The famous speech of Wolsey after his fall—
Had I but served my God with half the zeal
I served my king, he would not in mine age
Have left me naked to mine enemies.—
Henry VIII., iii. 2.
finds a counterpart in a satire of the Persian poet Ferdousi on the Arabian impostor:—
Had I but written as many verses in praise of Mahomet and Allah, they would have showered a hundred blessings on me.
It also finds a parallel in a passage from Ockley’s History of the Saracens—AN. Hegira 54, A. D. 673—
This year Moawiyah deposed Samrah, deputy over Basorah. As soon as Samrah heard this news, he said—“God curse Moawiyah. If I had served God so well as I have served him, he would never have damned me to all eternity.”
Our hearts——
——are beating.—
Funeral marches to the grave.—
Longfellow, Psalm of Life.
Our lives are but our marches to our graves.—
Beaumont and Fletcher, Humorous Lieutenant.
Next these learned Johnson in this list I bring,
Who had drunk deep of the Pierian spring.—Drayton.
A little learning is a dangerous thing,
Drink deep or taste not the Pierian spring.—Pope.
Socrates said to some Sophists, who pretended to know everything, “As for me, all I know is that I know nothing.”
Owen Feltham, in his Resolves (Curiosity in Knowledge) remarks:—
Our knowledge doth but show us our ignorance. Our most studious scrutiny is but a discovery of what we cannot know.
Voltaire, in the Histoire d’un bon Bramin says:—
Le Bramin me dit un jour: Je voudrais n’être jamais né. Je lui demandai pourquoi. Il me répondit: J’étudie depuis quarante ans; ce sont quarante années de perdues; j’enseigne les autres, et j’ignore tout.
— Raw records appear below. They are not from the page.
// Number plates generated from a team number, a rule profile and a shipped font: an exact
// vector (glyph outlines, not a traced picture), one layer per colour, each a clean vector in
// millimetres in the same form as the pipeline's (server/pipeline/clean.ts), so measurements
// and cut sheets read it like any revision.
//
// Layout:
//  - scale: the tallest glyph of the number (ink height from its own outline, in font units)
//    is made exactly the asked numeral height; a letter after the digits counts as part of the
//    number;
//  - spacing: each glyph's origin advances by its advance width (no kerning, no tracking);
//  - the ink's bounding box is centred on the plate; the plate is the profile's smallest plate,
//    grown where the numerals and the margin need more room; sizes are rounded up to 0.01 mm.
import type opentype from 'opentype.js'
import { lengthMm, type PlateColour, type RuleProfile } from '../../shared/plates/profiles'
import { normaliseTeamNumber } from '../../shared/plates/team-number'
import { cleanVector } from '../pipeline/clean'
import { measureCurves } from '../pipeline/geometry'
import type { ClosedCurve } from '../pipeline/trace'
import { DEFAULT_MARKS, registrationFrame, withRegistrationMarks, type MarkSettings, type RegistrationFrame } from '../pipeline/colour/marks'
import { stackedPreviewSvg } from '../pipeline/colour/preview'
import { DEFAULT_STACK, layerVector, stackLayers, type StackSettings } from '../pipeline/colour/stack'
import type { PlateFont } from './font'
import { glyphContours, rectangleContour, signByNesting, type Contour } from './outline'

/** Margin when the profile states none: our choice, enough to weed and to hold the plate's edge. */
export const DEFAULT_MARGIN_MM = 6
/** Corner radius of the background: our choice; rounded corners lift less easily than square ones (common practice). */
export const DEFAULT_CORNER_RADIUS_MM = 3

/** A request the profile or the font cannot satisfy; the message is a sentence for the form. */
export class PlateRequestError extends Error {
  constructor(message: string) {
    super(message)
    this.name = 'PlateRequestError'
  }
}

export interface PlateRequest {
  /** Digits, maybe one letter after them ("1234", "4321B"); trimmed and upper-cased. */
  teamNumber: string
  profile: RuleProfile
  font: PlateFont
  /** Height of the tallest numeral, mm. Default: see defaultNumeralHeightMm. */
  numeralHeightMm?: number
  /** Least distance from the numerals to the plate's edge, mm. Default: the profile's, else DEFAULT_MARGIN_MM. */
  marginMm?: number
  cornerRadiusMm?: number
  /** Numeral colour; default the profile's first. */
  numeralColour?: PlateColour
  /**
   * The background plate: its colour (default the profile's first) and whether it lies under
   * the numerals whole ('under') or has their shapes cut out ('knock-out'). null: no background
   * layer (the default when the profile asks for none, e.g. numerals straight on a bumper).
   */
  background?: { colour?: PlateColour; style?: 'under' | 'knock-out' } | null
}

export type PlateLayerRole = 'background' | 'numerals'

export interface PlateLayer {
  role: PlateLayerRole
  colour: PlateColour
  /** The clean vector: width/height and viewBox in mm, paths only, even-odd fill. */
  svg: string
  widthMm: number
  heightMm: number
  nodeCount: number
  /** The curves as written (0.01 mm grid), with ink (+1) and hole (−1) marked. */
  curvesMm: ClosedCurve[]
}

export interface GeneratedPlate {
  teamNumber: string
  profileKey: string
  font: { id: string; family: string; style: string; licence: string }
  widthMm: number
  heightMm: number
  numeralHeightMm: number
  marginMm: number
  cornerRadiusMm: number
  /** True when the plate is larger than the profile's smallest plate (the numerals needed room). */
  grown: boolean
  /** How the background meets the numerals (null: no background). */
  backgroundStyle: 'under' | 'knock-out' | null
  /** Bottom to top, in register: every layer has the plate's size and origin. */
  layers: PlateLayer[]
}

interface GlyphBox { minX: number; minY: number; maxX: number; maxY: number }

interface NumberLayout {
  glyphs: opentype.Glyph[]
  /** Each glyph's origin along the line, font units. */
  origins: number[]
  /** Ink box of the whole number, font units, y up. */
  ink: GlyphBox
  /** Ink height of the tallest glyph, font units. */
  tallest: number
}

/** The glyphs of a number laid on one line by their advance widths, measured from their outlines. */
export function layoutNumber(teamNumber: string, font: PlateFont): NumberLayout {
  const glyphs: opentype.Glyph[] = []
  const origins: number[] = []
  let pen = 0, tallest = 0
  const ink: GlyphBox = { minX: Infinity, minY: Infinity, maxX: -Infinity, maxY: -Infinity }
  for (const ch of teamNumber) {
    const g = font.font.charToGlyph(ch)
    if (!g || g.index === 0) throw new PlateRequestError(`The font ${font.info.family} ${font.info.style} has no “${ch}”.`)
    // Font units, y up: contours at scale 1 with the baseline at y = 0 come out y down, so flip back.
    const b = measureCurves(glyphContours(g, 0, 0, 1).map((c) => ({ sign: 1, segments: c.segments })), 1).bounds
    if (!b) throw new PlateRequestError(`The font's “${ch}” has no outline.`)
    const box = { minX: b.minX, maxX: b.maxX, minY: -b.maxY, maxY: -b.minY }
    glyphs.push(g)
    origins.push(pen)
    ink.minX = Math.min(ink.minX, pen + box.minX)
    ink.maxX = Math.max(ink.maxX, pen + box.maxX)
    ink.minY = Math.min(ink.minY, box.minY)
    ink.maxY = Math.max(ink.maxY, box.maxY)
    tallest = Math.max(tallest, box.maxY - box.minY)
    pen += g.advanceWidth ?? 0
  }
  return { glyphs, origins, ink, tallest }
}

const ceil2 = (v: number) => Math.ceil(v * 100 - 1e-7) / 100

function heightLimits(profile: RuleProfile): { min: number; max: number } {
  const lo = profile.numerals.minHeight, hi = profile.numerals.maxHeight
  return { min: lo ? lengthMm(lo.value) : 0, max: hi ? lengthMm(hi.value) : Infinity }
}

function marginFor(profile: RuleProfile, asked: number | undefined): number {
  const least = profile.plate.margin ? lengthMm(profile.plate.margin.value) : 0
  const m = asked ?? (profile.plate.margin ? least : DEFAULT_MARGIN_MM)
  if (!(m >= 0) || !Number.isFinite(m)) throw new PlateRequestError('The margin must be a length of 0 mm or more.')
  if (m < least - 1e-9) throw new PlateRequestError(`A margin of ${m} mm is below the ${least} mm the rules ask for.`)
  return m
}

/**
 * The numeral height used when none is asked: the largest that fits the profile's smallest
 * plate with its margin, kept within the profile's height range; without a plate size, the
 * smallest height allowed (or the largest, when only that is stated).
 */
export function defaultNumeralHeightMm(profile: RuleProfile, layout: NumberLayout, marginMm: number): number {
  const { min, max } = heightLimits(profile)
  const w = profile.plate.minWidth, h = profile.plate.minHeight
  let fit: number | null = null
  if (w || h) {
    const inkW = layout.ink.maxX - layout.ink.minX, inkH = layout.ink.maxY - layout.ink.minY
    const byWidth = w ? ((lengthMm(w.value) - 2 * marginMm) / inkW) * layout.tallest : Infinity
    const byHeight = h ? ((lengthMm(h.value) - 2 * marginMm) / inkH) * layout.tallest : Infinity
    fit = Math.min(byWidth, byHeight)
  }
  const base = fit ?? (min > 0 ? min : max)
  if (!Number.isFinite(base) || !(base > 0)) {
    throw new PlateRequestError('Give the numeral height: the profile states neither a height nor a plate size.')
  }
  return Math.min(Math.max(base, min), max)
}

function colourFor(kind: 'numeral' | 'background', allowed: PlateColour[] | undefined, asked: PlateColour | undefined, fallback: PlateColour): PlateColour {
  const c = asked ?? allowed?.[0] ?? fallback
  if (allowed && !allowed.includes(c)) throw new PlateRequestError(`A ${c} ${kind === 'numeral' ? 'numeral' : 'background'} is not allowed: the rules ask for ${allowed.join(' or ')}.`)
  return c
}

function layer(role: PlateLayerRole, colour: PlateColour, contours: Contour[], widthMm: number, heightMm: number): PlateLayer {
  const clean = cleanVector({ curves: signByNesting(contours), width: widthMm, height: heightMm, pxPerMm: 1 })
  return { role, colour, svg: clean.svg, widthMm: clean.widthMm, heightMm: clean.heightMm, nodeCount: clean.nodeCount, curvesMm: clean.curvesMm }
}

export function generatePlate(req: PlateRequest): GeneratedPlate {
  const { profile, font } = req
  let teamNumber: string
  try {
    teamNumber = normaliseTeamNumber(req.teamNumber)
  } catch {
    throw new PlateRequestError('The team number must be 1 to 6 digits, maybe followed by one letter.')
  }
  const layout = layoutNumber(teamNumber, font)
  const marginMm = marginFor(profile, req.marginMm)
  const numeralHeightMm = req.numeralHeightMm ?? defaultNumeralHeightMm(profile, layout, marginMm)
  const { min, max } = heightLimits(profile)
  if (!(numeralHeightMm > 0) || !Number.isFinite(numeralHeightMm)) throw new PlateRequestError('The numeral height must be a positive length.')
  if (numeralHeightMm < min - 1e-9 || numeralHeightMm > max + 1e-9) {
    throw new PlateRequestError(`Numerals ${numeralHeightMm} mm tall are outside the rules' ${min} to ${Number.isFinite(max) ? max : '—'} mm.`)
  }

  const s = numeralHeightMm / layout.tallest // mm per font unit
  const inkW = (layout.ink.maxX - layout.ink.minX) * s
  const inkH = (layout.ink.maxY - layout.ink.minY) * s
  const minW = profile.plate.minWidth ? lengthMm(profile.plate.minWidth.value) : 0
  const minH = profile.plate.minHeight ? lengthMm(profile.plate.minHeight.value) : 0
  const widthMm = ceil2(Math.max(minW, inkW + 2 * marginMm))
  const heightMm = ceil2(Math.max(minH, inkH + 2 * marginMm))
  const grown = (minW > 0 && widthMm > ceil2(minW)) || (minH > 0 && heightMm > ceil2(minH))

  // Centre the ink box: its left edge at (W − inkW)/2, its top at (H − inkH)/2.
  const left = (widthMm - inkW) / 2 - layout.ink.minX * s
  const baseline = (heightMm - inkH) / 2 + layout.ink.maxY * s
  const numerals = layout.glyphs.flatMap((g, i) => glyphContours(g, left + layout.origins[i]! * s, baseline, s))

  const cornerRadiusMm = req.cornerRadiusMm ?? Math.min(DEFAULT_CORNER_RADIUS_MM, marginMm)
  const wantsBackground = req.background !== undefined ? req.background !== null : profile.plate.backgrounds !== null
  const numeralColour = colourFor('numeral', profile.numerals.colours?.value, req.numeralColour, 'white')
  const layers: PlateLayer[] = []
  if (wantsBackground) {
    const colour = colourFor('background', profile.plate.backgrounds?.value, req.background?.colour, 'black')
    const plate = rectangleContour(0, 0, widthMm, heightMm, cornerRadiusMm)
    const knockOut = req.background?.style === 'knock-out'
    layers.push(layer('background', colour, knockOut ? [plate, ...numerals] : [plate], widthMm, heightMm))
  }
  layers.push(layer('numerals', numeralColour, numerals, widthMm, heightMm))
  return {
    teamNumber, profileKey: profile.key,
    font: { id: font.info.id, family: font.info.family, style: font.info.style, licence: font.info.licence },
    widthMm, heightMm, numeralHeightMm, marginMm, cornerRadiusMm, grown,
    backgroundStyle: wantsBackground ? (req.background?.style ?? 'under') : null, layers,
  }
}

/** The swatch each plate colour is drawn in until a film is chosen (our own choice of shades). */
export const PLATE_COLOUR_HEX: Record<PlateColour, string> = {
  white: '#ffffff', black: '#1a1a1a', red: '#c62828', blue: '#1f4fa3', yellow: '#f2c200',
  green: '#2e7d32', orange: '#e8710a', purple: '#6a3d9a', grey: '#8a8a8a',
}

export interface FramedPlateLayer {
  role: PlateLayerRole
  colour: PlateColour
  hex: string
  /** The layer's clean vector as cut: stacked, on the framed canvas, with the registration marks. */
  svg: string
}

/** A plate as one layered decal: every layer on one framed canvas with the same marks. */
export interface FramedPlate {
  frame: RegistrationFrame
  /** The plate's own box in the framed canvas, mm. */
  plateBox: { x0: number; y0: number; x1: number; y1: number }
  /** How each layer meets the ones above, bottom first (as the multi-colour work records it). */
  stack: StackSettings[]
  /** Bottom first. */
  layers: FramedPlateLayer[]
  /** Every layer in its colour, a group per layer, bottom first, in mm. */
  stackedSvg: string
}

/**
 * The plate's layers stacked and framed like a traced layered decal: a background cut out
 * under the numerals ('knock-out') keeps the multi-colour work's overlap (DEFAULT_STACK's
 * distance) under their edges; a whole background ('under') already lies under every numeral,
 * so no overlap can add to it and it keeps its exact curves. Then the registration marks
 * (server/pipeline/colour/marks.ts) go round the plate, the same in every layer.
 */
export function framePlate(plate: GeneratedPlate, marks: MarkSettings = DEFAULT_MARKS): FramedPlate {
  const canvas = { widthMm: plate.widthMm, heightMm: plate.heightMm }
  const stack: StackSettings[] = plate.layers.map((l) => l.role === 'background' && plate.backgroundStyle === 'knock-out'
    ? { mode: 'knock-out', overlapMm: DEFAULT_STACK.overlapMm }
    : { mode: 'under', overlapMm: 0 })
  const stacked = stackLayers(plate.layers.map((l) => ({ curves: l.curvesMm })), canvas, stack)
  // The marks go round the plate's edge, not just the ink: a plate is its whole rectangle.
  const edge = { curves: signByNesting([rectangleContour(0, 0, plate.widthMm, plate.heightMm, 0)]) }
  const frame = registrationFrame([edge, ...stacked], canvas, marks)
  const layers = stacked.map((l, i) => {
    const src = plate.layers[i]!
    const framed = layerVector(withRegistrationMarks(l.curves, frame), frame)
    return { role: src.role, colour: src.colour, hex: PLATE_COLOUR_HEX[src.colour], svg: framed.svg }
  })
  return {
    frame, stack, layers,
    plateBox: { x0: frame.shift.x, y0: frame.shift.y, x1: frame.shift.x + plate.widthMm, y1: frame.shift.y + plate.heightMm },
    stackedSvg: stackedPreviewSvg(layers.map((l) => ({ svg: l.svg, hex: l.hex }))),
  }
}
These lines will remind the reader of the opening soliloquy of Faust in Goethe’s immortal tragedy. Bayard Taylor’s translation commences as follows:—
I’ve studied now Philosophy
And Jurisprudence, Medicine,—
And even, alas! Theology,—
From end to end, with labor keen;
And here, poor fool! with all my lore
I stand, no wiser than before:
I’m Magister—yea, Doctor—hight,
And straight or cross-wise, wrong or right,
These ten years long, with many woes,
I’ve led my scholars by the nose,—
And see, that nothing can be known!
In The Last Days of Pompeii (ch. v.) Glaucus, the Athenian, is made to say:—
“I am as one who is left alone at a banquet, the lights dead, and the flowers faded.”
Of course, Bulwer Lytton was familiar with Oft in the Stilly Night, which Moore had written twenty years before:—
I feel like one who treads alone
Some banquet hall deserted,
Whose lights are fled, whose garlands dead,
And all but he departed.
Dr. Johnson said that “no one does anything for the last time (knowingly) but with regret.”
In Bishop Hall’s Holy Observations (xxvij) is this passage:—
“Nothing is more absurd than that Epicurean resolution, ‘Let us eat and drink, to-morrow we die’; as if we were made only for the paunch, and lived that we might live. Yet has there never any natural man found savour in that meat which he knew should be his last; whereas they should say: Let us fast and pray, for to-morrow we shall die.”